(Excerpts from a dataset)
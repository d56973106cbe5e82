import { CholeskyDecomposition, Matrix, inverse, solve } from 'ml-matrix';
import fc from 'fast-check';
import { describe, expect, it } from 'vitest';
import {
  edgeInformationByEnergy,
  fit,
  foldScan,
  prepareFit,
  resample,
  simulateScan,
  valuesOf,
  type FitInput,
} from '@/lib/inversion/index';
import { correlatedWhitener, unwhiten, whiten } from '@/lib/inversion/linalg/whitener';
import { answerOf, fractionInput, uniforms } from './support/scans';

const TRUTH = { edgeDepthNm: 75, edgeWidthNm: 18, levelTop: 0.74, levelBulk: 0.32 };
const SIGMA = 0.006;

/** V of points that share an error: σ²(δ + ρ), and a share that falls with distance. */
function sharedError(count: number, rho: number, fall: number, sigma = SIGMA): number[][] {
  return Array.from({ length: count }, (_, i) =>
    Array.from({ length: count }, (__, j) =>
      i === j ? sigma ** 2 : sigma ** 2 * rho * fall ** Math.abs(i - j),
    ),
  );
}

function correlated(rho: number, fall: number, seed: number): FitInput {
  const template = fractionInput({}, SIGMA);
  const input = { ...template, covariance: sharedError(template.points.length, rho, fall) };
  return { ...input, points: simulateScan({ input, values: TRUTH, seed }) };
}

/** (y − ŷ)ᵀV⁻¹(y − ŷ) over the points in use, straight from its definition. */
function chiSquareOf(input: FitInput, values: Parameters<typeof foldScan>[1]): number {
  const used = input.points.flatMap(({ enabled }, i) => (enabled ? i : []));
  const predicted = foldScan(prepareFit(input), values);
  const r = Matrix.columnVector(used.map((i) => input.points[i]!.value - predicted[i]!));
  const v = new Matrix(used.map((i) => used.map((j) => input.covariance![i]![j]!)));
  return r.transpose().mmul(inverse(v)).mmul(r).get(0, 0);
}

describe('a full covariance of the points', () => {
  it('whitens: W V Wᵀ is one, and unwhitening undoes it', () => {
    fc.assert(
      fc.property(fc.integer({ min: 1, max: 12 }), fc.integer({ min: 0, max: 1e6 }), (n, seed) => {
        const random = uniforms(seed);
        const factor = Array.from({ length: n }, (_, i) =>
          Array.from({ length: n }, (__, j) =>
            j > i ? 0 : j === i ? random.between(0.5, 2) : random.between(-1, 1),
          ),
        );
        const v = factor.map((a) => factor.map((b) => a.reduce((s, x, k) => s + x * b[k]!, 0)));
        const enabled = factor.map(() => random.next() < 0.8);
        const whitener = correlatedWhitener(v, enabled);
        const columns = factor.map((_, j) => Float64Array.from(v, (row) => row[j]!));
        columns.forEach((column) => whiten(whitener, column));
        // W V: then W (W V)ᵀ must be the unit matrix over the rows in use.
        const rows = factor.map((_, i) => Float64Array.from(columns, (column) => column[i]!));
        rows.forEach((row, i) => {
          whiten(whitener, row);
          row.forEach((value, j) => expect(value).toBeCloseTo(i === j && enabled[i] ? 1 : 0, 10));
        });
        const noise = Float64Array.from(factor, (_, i) => (enabled[i] ? random.between(-2, 2) : 0));
        const there = Float64Array.from(noise);
        unwhiten(whitener, there);
        whiten(whitener, there);
        there.forEach((value, i) => expect(value).toBeCloseTo(noise[i]!, 10));
      }),
      { numRuns: 60 },
    );
  });

  it('gives the χ² of its definition, and no neighbour is lower', () => {
    const input = correlated(0.7, 0.9, 4);
    const answer = answerOf(fit(prepareFit(input)));
    const values = valuesOf(answer);
    expect(chiSquareOf(input, values) / answer.dataChiSquare).toBeCloseTo(1, 9);
    for (const { name, sigma, value } of answer.parameters) {
      if (sigma === null) continue;
      for (const step of [-0.02, 0.02])
        expect(chiSquareOf(input, { ...values, [name]: value + step * sigma })).toBeGreaterThan(
          answer.chiSquare,
        );
    }
  });

  it('that is diagonal is the fit of independent points, to rounding', () => {
    const plain = fractionInput({}, SIGMA);
    const points = simulateScan({ input: plain, values: TRUTH, seed: 2 });
    const diagonal = sharedError(points.length, 0, 1);
    const one = answerOf(fit(prepareFit({ ...plain, points })));
    const other = answerOf(fit(prepareFit({ ...plain, points, covariance: diagonal })));
    expect(other.chiSquare).toBeCloseTo(one.chiSquare, 9);
    one.parameters.forEach(({ value, sigma }, k) => {
      if (sigma === null) return;
      expect(Math.abs(other.parameters[k]!.value - value) / sigma).toBeLessThan(1e-6);
      expect(other.parameters[k]!.sigma! / sigma).toBeCloseTo(1, 6);
    });
  });

  it('a point switched off leaves the block of the others: the same as a scan without it', () => {
    const input = correlated(0.6, 1, 5);
    const off = { ...input, points: input.points.map((p, i) => ({ ...p, enabled: i !== 4 })) };
    const keep = (_: unknown, i: number): boolean => i !== 4;
    const without = {
      ...input,
      points: input.points.filter(keep),
      covariance: input.covariance!.filter(keep).map((row) => row.filter(keep)),
    };
    const one = answerOf(fit(prepareFit(off)));
    const other = answerOf(fit(prepareFit(without)));
    expect(one.chiSquare).toBeCloseTo(other.chiSquare, 8);
    expect(one.parameters[0]!.value).toBeCloseTo(other.parameters[0]!.value, 5);
  });

  // V = σ²((1 − ρ)·1 + ρ·J): the levels take up what all points share, so that σ of the edge is √(1 − ρ) of that of independent
  // points. Tolerance: the two minima lie a few hundredths of a σ apart.
  it('leaves what all points share to the levels: the edge is known better by √(1 − ρ)', () => {
    const shared = answerOf(fit(prepareFit(correlated(0.9, 1, 6))));
    const plain = answerOf(fit(prepareFit({ ...correlated(0.9, 1, 6), covariance: null })));
    const ratio = shared.parameters[0]!.sigma! / plain.parameters[0]!.sigma!;
    expect(Math.abs(ratio / Math.sqrt(0.1) - 1)).toBeLessThan(0.05);
  });

  // 400 scans: the scatter of the edge against its mean σ is known to 1/√800 = 3.5 %; three of them and a little for curvature.
  it('is the scatter that simulated scans have, and that resampling gives', () => {
    const edges = Array.from({ length: 400 }, (_, seed) => {
      const outcome = fit(prepareFit(correlated(0.7, 0.9, seed)), { intervalsFor: [] });
      return answerOf(outcome).parameters[0]!;
    });
    const mean = edges.reduce((sum, { value }) => sum + value, 0) / edges.length;
    const scatter = Math.sqrt(
      edges.reduce((sum, { value }) => sum + (value - mean) ** 2, 0) / (edges.length - 1),
    );
    const stated = edges.reduce((sum, { sigma }) => sum + sigma!, 0) / edges.length;
    expect(Math.abs(scatter / stated - 1)).toBeLessThan(0.13);
    const prepared = prepareFit(correlated(0.7, 0.9, 1));
    const answer = answerOf(fit(prepared));
    const rows = resample(prepared, answer, { seed: 3, first: 0, count: 400 });
    const drawn = Array.from({ length: 400 }, (_, r) => rows[r * prepared.freeNames.length]!);
    const centre = drawn.reduce((sum, value) => sum + value, 0) / 400;
    const spread = Math.sqrt(drawn.reduce((sum, value) => sum + (value - centre) ** 2, 0) / 399);
    expect(Math.abs(spread / answer.parameters[0]!.sigma! - 1)).toBeLessThan(0.13);
  });

  // Source: the definition by hand. Slopes of ŷ by central differences, whitened by the Cholesky factor of V, the edge less what the other
  // parameters explain by least squares, squared. Tolerance 1e-6: differences of 1e-3 of a σ are good to that, rounding to 1e-9.
  it('counts in what each energy tells of the edge', () => {
    const input = correlated(0.7, 0.9, 1);
    const prepared = prepareFit(input);
    const answer = answerOf(fit(prepared));
    const values = valuesOf(answer);
    const slopes = answer.parameters
      .filter(({ held }) => !held)
      .map(({ name, value, sigma }) => {
        const at = (move: number): Float64Array =>
          foldScan(prepared, { ...values, [name]: value + move * sigma! });
        const above = at(1e-3);
        return [...at(-1e-3)].map((below, i) => (above[i]! - below) / 2e-3);
      });
    const sharesBy = (factor: Matrix): number[] => {
      const [edge, ...others] = slopes.map((slope) => solve(factor, Matrix.columnVector(slope)));
      const design = new Matrix(others.map((column) => column.to1DArray())).transpose();
      const rest = Matrix.sub(edge!, design.mmul(solve(design, edge!, true))).to1DArray();
      const total = rest.reduce((sum, value) => sum + value * value, 0);
      return rest.map((value) => (value * value) / total);
    };
    const factorOf = (v: readonly (readonly number[])[]): Matrix =>
      new CholeskyDecomposition(new Matrix(v.map((row) => [...row]))).lowerTriangularMatrix;
    const hand = sharesBy(factorOf(input.covariance!));
    const shares = edgeInformationByEnergy(prepared, answer);
    shares.forEach((share, i) => expect(share, `point ${i}`).toBeCloseTo(hand[i]!, 6));
    // It matters here: points that share nothing would tell something else.
    const apart = sharesBy(factorOf(sharedError(hand.length, 0, 1)));
    expect(Math.max(...hand.map((share, i) => Math.abs(share - apart[i]!)))).toBeGreaterThan(0.05);
    // Whatever the order of the scan.
    const turned = prepareFit({
      ...input,
      points: [...input.points].reverse(),
      covariance: [...input.covariance!].reverse().map((row) => [...row].reverse()),
    });
    const back = edgeInformationByEnergy(turned, answer).reverse();
    back.forEach((share, i) => expect(share, `point ${i}`).toBeCloseTo(shares[i]!, 9));
  });

  it('refuses what is no covariance, saying what is wrong', () => {
    const input = correlated(0.5, 1, 1);
    const n = input.points.length;
    const change = (edit: (v: number[][]) => void): FitInput => {
      const covariance = sharedError(n, 0.5, 1);
      edit(covariance);
      return { ...input, covariance };
    };
    const refused = (bad: FitInput, words: RegExp): void => {
      expect(() => prepareFit(bad)).toThrow(
        expect.objectContaining({ code: 'bad-covariance', message: expect.stringMatching(words) }),
      );
    };
    refused(
      change((v) => v.pop()),
      /needs 13 rows of 13/,
    );
    refused(
      change((v) => v[3]!.pop()),
      /needs 13 rows of 13/,
    );
    refused(
      change((v) => (v[3]![5] = NaN)),
      /points 4 and 6|points 6 and 4/,
    );
    refused(
      change((v) => (v[3]![5] = 2 * v[3]![5]!)),
      /one way and .* the other/,
    );
    refused(
      change((v) => (v[3]![3] = 4 * v[3]![3]!)),
      /Point 4 .*variance/,
    );
    refused(
      change((v) =>
        v.forEach((row, i) => row.forEach((_, j) => (row[j] = SIGMA ** 2 * (i === j ? 1 : 1)))),
      ),
      /not positive definite/,
    );
  });
});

#### INSTRUCTIONS TO FOLLOW
What you give back should be exactly the lines of the data above from the line with "const slopes = answer.parameters" through the line with "value + move", both of those included, and nothing more.

#### EXERCISE RESULT
    const slopes = answer.parameters
      .filter(({ held }) => !held)
      .map(({ name, value, sigma }) => {
        const at = (move: number): Float64Array =>
          foldScan(prepared, { ...values, [name]: value + move * sigma! });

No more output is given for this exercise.